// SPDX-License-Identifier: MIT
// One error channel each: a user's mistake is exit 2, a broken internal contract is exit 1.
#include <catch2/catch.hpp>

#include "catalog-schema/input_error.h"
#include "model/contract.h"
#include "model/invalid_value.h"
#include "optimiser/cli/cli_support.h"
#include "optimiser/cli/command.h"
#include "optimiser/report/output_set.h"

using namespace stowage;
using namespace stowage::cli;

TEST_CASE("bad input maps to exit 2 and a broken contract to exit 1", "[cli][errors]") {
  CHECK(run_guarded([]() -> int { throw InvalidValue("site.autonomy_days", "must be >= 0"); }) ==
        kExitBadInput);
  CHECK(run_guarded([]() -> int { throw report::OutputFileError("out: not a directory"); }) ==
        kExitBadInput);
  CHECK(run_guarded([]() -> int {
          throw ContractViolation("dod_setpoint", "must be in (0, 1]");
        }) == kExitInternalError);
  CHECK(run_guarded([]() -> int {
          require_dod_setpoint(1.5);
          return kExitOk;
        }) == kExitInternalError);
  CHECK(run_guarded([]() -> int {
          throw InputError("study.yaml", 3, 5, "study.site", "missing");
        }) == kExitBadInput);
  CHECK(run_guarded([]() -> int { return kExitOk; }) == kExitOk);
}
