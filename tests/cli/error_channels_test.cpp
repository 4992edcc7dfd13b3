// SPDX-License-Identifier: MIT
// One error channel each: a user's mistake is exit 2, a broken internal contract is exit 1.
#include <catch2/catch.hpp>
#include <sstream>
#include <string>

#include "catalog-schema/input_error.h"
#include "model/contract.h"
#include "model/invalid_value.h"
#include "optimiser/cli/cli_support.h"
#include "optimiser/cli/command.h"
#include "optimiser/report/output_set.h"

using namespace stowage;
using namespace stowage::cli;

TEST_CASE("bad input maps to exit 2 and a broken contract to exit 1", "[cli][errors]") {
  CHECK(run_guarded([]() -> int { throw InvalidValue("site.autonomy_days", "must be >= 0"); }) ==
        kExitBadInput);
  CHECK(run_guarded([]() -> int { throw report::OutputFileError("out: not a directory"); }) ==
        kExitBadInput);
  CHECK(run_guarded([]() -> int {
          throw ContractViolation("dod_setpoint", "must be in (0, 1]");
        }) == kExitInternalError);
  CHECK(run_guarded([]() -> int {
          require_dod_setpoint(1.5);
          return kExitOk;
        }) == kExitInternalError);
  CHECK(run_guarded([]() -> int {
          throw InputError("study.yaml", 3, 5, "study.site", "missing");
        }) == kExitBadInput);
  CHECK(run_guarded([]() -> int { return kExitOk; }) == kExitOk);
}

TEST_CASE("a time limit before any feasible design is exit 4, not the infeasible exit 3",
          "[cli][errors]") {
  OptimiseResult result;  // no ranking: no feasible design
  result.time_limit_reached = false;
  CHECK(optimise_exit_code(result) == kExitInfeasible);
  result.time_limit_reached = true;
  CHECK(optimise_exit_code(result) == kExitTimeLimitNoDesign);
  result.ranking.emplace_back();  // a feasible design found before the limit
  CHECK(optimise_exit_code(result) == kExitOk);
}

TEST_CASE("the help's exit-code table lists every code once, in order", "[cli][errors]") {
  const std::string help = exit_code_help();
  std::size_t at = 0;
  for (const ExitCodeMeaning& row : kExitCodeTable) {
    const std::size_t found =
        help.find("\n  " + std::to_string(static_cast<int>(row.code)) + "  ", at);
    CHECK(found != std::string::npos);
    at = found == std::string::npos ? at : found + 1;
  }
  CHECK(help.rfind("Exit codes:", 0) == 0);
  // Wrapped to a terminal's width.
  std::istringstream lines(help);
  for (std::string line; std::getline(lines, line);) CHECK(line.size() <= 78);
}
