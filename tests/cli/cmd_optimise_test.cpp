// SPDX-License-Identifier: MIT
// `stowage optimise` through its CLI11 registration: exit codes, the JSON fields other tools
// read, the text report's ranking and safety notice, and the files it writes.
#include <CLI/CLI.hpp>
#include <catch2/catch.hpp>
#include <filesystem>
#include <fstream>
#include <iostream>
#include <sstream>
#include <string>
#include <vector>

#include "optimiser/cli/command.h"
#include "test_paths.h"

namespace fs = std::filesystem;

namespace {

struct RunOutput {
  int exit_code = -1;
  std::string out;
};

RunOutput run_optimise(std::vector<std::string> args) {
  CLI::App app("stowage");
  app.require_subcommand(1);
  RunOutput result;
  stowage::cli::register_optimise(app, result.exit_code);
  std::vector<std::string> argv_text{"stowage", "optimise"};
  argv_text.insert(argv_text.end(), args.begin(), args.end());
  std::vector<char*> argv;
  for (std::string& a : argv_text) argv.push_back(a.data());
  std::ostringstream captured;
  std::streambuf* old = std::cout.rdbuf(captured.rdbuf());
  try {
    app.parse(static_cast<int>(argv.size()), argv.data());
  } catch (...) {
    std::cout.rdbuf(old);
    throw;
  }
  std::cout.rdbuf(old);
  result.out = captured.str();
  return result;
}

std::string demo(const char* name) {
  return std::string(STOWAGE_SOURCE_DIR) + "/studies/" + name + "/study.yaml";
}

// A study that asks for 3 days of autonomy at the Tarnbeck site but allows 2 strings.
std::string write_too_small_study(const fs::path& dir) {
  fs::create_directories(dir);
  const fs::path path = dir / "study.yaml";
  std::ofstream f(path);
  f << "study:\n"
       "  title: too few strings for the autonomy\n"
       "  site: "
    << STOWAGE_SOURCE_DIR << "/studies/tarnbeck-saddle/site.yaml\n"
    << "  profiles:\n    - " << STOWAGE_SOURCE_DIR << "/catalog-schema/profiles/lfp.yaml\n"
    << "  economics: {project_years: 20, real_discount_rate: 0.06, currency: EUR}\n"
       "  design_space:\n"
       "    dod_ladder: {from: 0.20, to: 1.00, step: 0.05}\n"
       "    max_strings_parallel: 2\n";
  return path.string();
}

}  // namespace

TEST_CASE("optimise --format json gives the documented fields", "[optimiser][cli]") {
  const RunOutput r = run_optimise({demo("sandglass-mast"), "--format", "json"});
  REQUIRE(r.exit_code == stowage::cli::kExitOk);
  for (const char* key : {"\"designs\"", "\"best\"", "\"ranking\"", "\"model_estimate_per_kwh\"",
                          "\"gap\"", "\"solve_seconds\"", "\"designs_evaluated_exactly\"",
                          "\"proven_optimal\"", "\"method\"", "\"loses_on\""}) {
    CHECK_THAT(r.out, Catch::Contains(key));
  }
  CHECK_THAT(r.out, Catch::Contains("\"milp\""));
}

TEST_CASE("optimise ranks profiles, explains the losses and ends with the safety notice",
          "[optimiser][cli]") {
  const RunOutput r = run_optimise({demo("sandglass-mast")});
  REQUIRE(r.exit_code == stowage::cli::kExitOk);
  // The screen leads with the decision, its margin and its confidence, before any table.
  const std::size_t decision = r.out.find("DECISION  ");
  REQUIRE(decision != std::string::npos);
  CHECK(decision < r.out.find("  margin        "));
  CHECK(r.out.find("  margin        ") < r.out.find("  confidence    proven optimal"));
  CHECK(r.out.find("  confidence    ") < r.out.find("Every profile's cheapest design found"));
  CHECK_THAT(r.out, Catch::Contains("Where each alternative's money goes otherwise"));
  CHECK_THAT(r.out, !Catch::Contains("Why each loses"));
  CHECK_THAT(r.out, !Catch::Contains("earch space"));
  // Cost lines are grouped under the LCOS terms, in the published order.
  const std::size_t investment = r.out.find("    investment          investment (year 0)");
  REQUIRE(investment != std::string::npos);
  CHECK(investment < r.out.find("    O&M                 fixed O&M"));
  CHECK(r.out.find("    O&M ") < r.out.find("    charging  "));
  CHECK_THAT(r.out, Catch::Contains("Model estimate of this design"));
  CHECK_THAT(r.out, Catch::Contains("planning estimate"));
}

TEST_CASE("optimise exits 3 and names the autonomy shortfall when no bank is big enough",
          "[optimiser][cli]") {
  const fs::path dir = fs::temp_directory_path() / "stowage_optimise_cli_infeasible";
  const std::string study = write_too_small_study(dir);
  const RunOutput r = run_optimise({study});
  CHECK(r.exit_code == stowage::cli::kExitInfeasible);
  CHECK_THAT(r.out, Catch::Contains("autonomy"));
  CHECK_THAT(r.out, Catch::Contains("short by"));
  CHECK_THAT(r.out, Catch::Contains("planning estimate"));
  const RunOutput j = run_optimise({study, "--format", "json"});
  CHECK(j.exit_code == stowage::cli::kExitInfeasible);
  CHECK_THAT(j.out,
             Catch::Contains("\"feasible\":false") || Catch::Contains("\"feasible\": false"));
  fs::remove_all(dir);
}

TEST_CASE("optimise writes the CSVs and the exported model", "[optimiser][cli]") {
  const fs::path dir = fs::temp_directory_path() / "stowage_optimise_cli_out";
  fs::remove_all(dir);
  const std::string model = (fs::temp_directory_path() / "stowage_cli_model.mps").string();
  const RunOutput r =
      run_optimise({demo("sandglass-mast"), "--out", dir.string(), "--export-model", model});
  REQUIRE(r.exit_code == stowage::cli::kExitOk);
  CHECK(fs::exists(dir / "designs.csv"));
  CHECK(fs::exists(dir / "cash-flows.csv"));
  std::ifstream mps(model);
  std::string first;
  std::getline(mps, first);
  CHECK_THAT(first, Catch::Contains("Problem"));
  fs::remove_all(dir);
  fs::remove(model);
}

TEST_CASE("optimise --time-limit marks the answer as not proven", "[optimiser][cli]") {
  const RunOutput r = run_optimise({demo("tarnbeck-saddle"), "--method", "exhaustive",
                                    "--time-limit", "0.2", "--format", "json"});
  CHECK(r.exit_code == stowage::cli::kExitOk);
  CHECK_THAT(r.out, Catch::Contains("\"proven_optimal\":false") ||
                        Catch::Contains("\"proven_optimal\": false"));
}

__WORK TASK__: Retype exactly the lines of the data above that fall between the line with "#include <filesystem>" and the line with "std::ostringstream captured;", inclusive, and add nothing.

__RESULT OF THIS EXERCISE__:
#include <filesystem>
#include <fstream>
#include <iostream>
#include <sstream>
#include <string>
#include <vector>

#include "optimiser/cli/command.h"
#include "test_paths.h"

namespace fs = std::filesystem;

namespace {

struct RunOutput {
  int exit_code = -1;
  std::string out;
};

RunOutput run_optimise(std::vector<std::string> args) {
  CLI::App app("stowage");
  app.require_subcommand(1);
  RunOutput result;
  stowage::cli::register_optimise(app, result.exit_code);
  std::vector<std::string> argv_text{"stowage", "optimise"};
  argv_text.insert(argv_text.end(), args.begin(), args.end());
  std::vector<char*> argv;
  for (std::string& a : argv_text) argv.push_back(a.data());
  std::ostringstream captured;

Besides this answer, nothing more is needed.